Life Saving Conversations

The Silent Struggles of the Season

A Call to Connect This Christmas

As Christmas approaches, many of us envision joyful gatherings filled with laughter, warmth, and connection. Yet, for countless others, this season amplifies feelings of loneliness, pain, and despair. It’s a time when the world’s festive cheer can feel like an unwelcome spotlight on personal struggles.

Have you ever been in a room full of laughter and chatter, yet felt crushingly alone? As if the air itself turned heavy, making it hard to breathe? We know for those battling depression, trauma, or unsafe environments, Christmas can feel more like a burden than a celebration.

Why the Holidays Can Be Difficult

For some, the season brings painful reminders:

  • Families that dismiss mental health as trivial or suggest “praying harder” as the solution.

  • Gatherings with relatives who have caused harm, triggering unspoken traumas.

  • Extended time in unsafe relationships, both physically and emotionally.

Understanding the Depth of Struggles

Debunking the Myths

Contrary to common belief, suicide rates in the UK do not spike during the Christmas period. Studies and data from the Office for National Statistics (ONS) and charities such as Samaritans indicate that December often has some of the lowest suicide rates of the year. However, the arrival of New Year’s Day tells a different story. For some, it symbolises fresh starts and renewed hope. But for others—especially those battling depression or suicidal ideation—the new year can signify another cycle of despair, an unrelenting continuation of struggles they feel powerless to escape. Instead, higher rates tend to occur in January and spring months, possibly due to increased feelings of isolation and stress after the holiday season and during darker, colder times​.

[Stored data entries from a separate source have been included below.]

"""The grain: the same mesh in tiles of other sizes, and what that does to both modes and to the accounts.

Fine tiles spread hot spots and overlap more, and pay the dispatch more often. How costs are put together for tiles that
were not recorded, and where that flatters, is said in :mod:`breakstep.forecast.retile`.
"""

from __future__ import annotations

from dataclasses import replace
from typing import Any

from breakstep.forecast.answer import MODES, kinds_of
from breakstep.forecast.basis import Basis
from breakstep.forecast.machines import Machine
from breakstep.forecast.question import Question
from breakstep.forecast.retile import tile_shapes
from breakstep.forecast.scene import Scene

MOST_TASKS = 400_000  # beyond, a size is left out: it would take longer than all others together


def grain_row(scene: Scene, shape: tuple[int, ...]) -> dict[str, Any]:
    """Both modes for one tile shape; accounts are those of the tasked run, all threads together [s]."""
    tasked = kinds_of(scene, "tasked")
    replay, model = scene.play(tasked), scene.setting.model
    spans = {f"{mode}_s": scene.expected_ns(kinds_of(scene, mode)) * 1e-9 for mode in MODES}
    whole = float(replay.busy_ns.sum()) * 1e-9
    kernels = scene.kernel_ns(tasked) * 1e-9
    return {
        "tile": list(shape),
        "tiles": scene.program.tile_count,
        "tasks": scene.program.tasks,
        **spans,
        "compute_s": kernels,
        "engine_s": float(replay.overhead_ns.sum()) * 1e-9 + max(whole - kernels, 0.0),
        "wait_s": float(replay.idle_ns.sum()) * 1e-9,
        "workers": model.workers,
        "moved_bytes": int(replay.received_bytes.sum()),
        "memory_bytes": scene.memory(replay),
    }


def grain_rows(basis: Basis, machine: Machine, question: Question, workers: int) -> list[dict[str, Any]]:
    """One row for each tile shape, the coarsest first; shapes with fewer tiles than workers are left out."""
    dimensions = _dimensions(basis)
    rows = []
    for shape in tile_shapes(basis.program.tiles):
        asked = () if shape == recorded_tile(basis) else shape
        if _tasks(basis, shape) > MOST_TASKS:
            continue
        scene = Scene.of(basis, machine, replace(question, tile=asked), workers)
        if scene.program.tile_count >= workers:
            rows.append(grain_row(scene, shape[:dimensions]))
    return rows


def recorded_tile(basis: Basis) -> tuple[int, int, int]:
    """Zones of the largest recorded tile along each axis."""
    x, y, z = basis.program.tiles.shape.max(axis=0).tolist()
    return x, y, z


def _dimensions(basis: Basis) -> int:
    mesh = (basis.program.tiles.origin + basis.program.tiles.shape).max(axis=0).tolist()
    return max(axis + 1 for axis in range(3) if mesh[axis] > 1 or axis == 0)


def _tasks(basis: Basis, shape: tuple[int, int, int]) -> int:
    tiles = 1
    for axis, zones in enumerate((basis.program.tiles.origin + basis.program.tiles.shape).max(axis=0).tolist()):
        tiles *= -(-zones // shape[axis])
    return tiles * len(basis.program.phases)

sources: UK Addiction Treatment Centres GOV.UK

How to help

How to help

How to Provide Support

  • Don’t wait for someone to articulate their distress. If someone expresses passive thoughts, engage in empathetic, nonjudgmental dialogue to uncover their feelings.

  • Be Aware of Patterns, understand that while someone may seem to manage during December, the post-holiday period can bring increased risk.

  • Gently ask probing but nonjudgmental questions such as, “You seem different lately. Do you want to talk about anything?”

  • Therapists can offer coping strategies to re-frame thoughts and prevent escalation.

  • Ensuring the individual has no access to dangerous tools can reduce impulsivity risks.

  • Isolation fuels hopelessness. Maintaining meaningful connections can help ground someone in reality and hope.

Helplines and Resources

  • Samaritans: Call 116 123 (24/7)

  • SHOUT: Text "SHOUT" to 85258

  • Mind: 0300 123 3393

  • Campaign Against Living Miserably (CALM): 0800 58 58 58

Whatever it is, the way you tell your story online can make all the difference.

A Survivor’s Reflection

Our founder, a suicide survivor, wrote this poem as a reflection of her journey:

My best friend and I, we’ve been together for years,
25 in total, sharing pain and countless tears.

She’s always been there, never leaving my side,
But there were times I was ashamed of her, wished I could hide.

Her name is Depression, cruel, twisted, and cold,
A presence so isolating, leaving me with no one to hold.

She once whispered so harshly, “End it, no one will care,”
Her venomous words dared me, pushed me to despair.

But Depression underestimated the strength I could find,
The will to rise stronger, leaving her venom behind.

I wanted peace, to live, to heal my soul’s core,
So I chose to close the door on her forevermore.

Today, we’re not friends; she visits, but rarely stays,
When she tries to drag me back, I meet her with strength and grace.

I remind her that I’m no longer that fragile girl she knew,
I’ve risen stronger, built a life that is vibrant and true.

She nearly stole my life, her grasp was fierce and long,
But I reclaimed it, found my voice, and now I rise strong.

Connection is Key

Loneliness can feel heavy, overwhelming, and all-encompassing. But there is hope. Asking for help is never easy—especially when the weight of struggle makes it feel impossible to take that first step. Often, the burden of connection is unfairly left to the person who is struggling the most.

That’s where you come in. This is a heartfelt appeal to everyone reading this: let’s flip the script. Over the next three weeks, make it your mission to reach out to at least three people in your life.

  • Check in. Send a simple text or call to say you’re thinking of them.

  • Meet up. Invite someone for a cup of tea, coffee, or a casual chat.

  • Walk and talk. Suggest a walk where you can share stories or just enjoy each other’s presence.

The goal is not to solve problems or wait for a crisis—it’s simply to show you care. Reaching out creates a lifeline, a reminder that someone is seen and valued, even in the quiet moments. Your connection might be the spark that helps someone rediscover hope.

If you or someone you know is struggling, don’t face it alone. Help is available. Let’s ensure that everyone has a chance to look forward to brighter days ahead.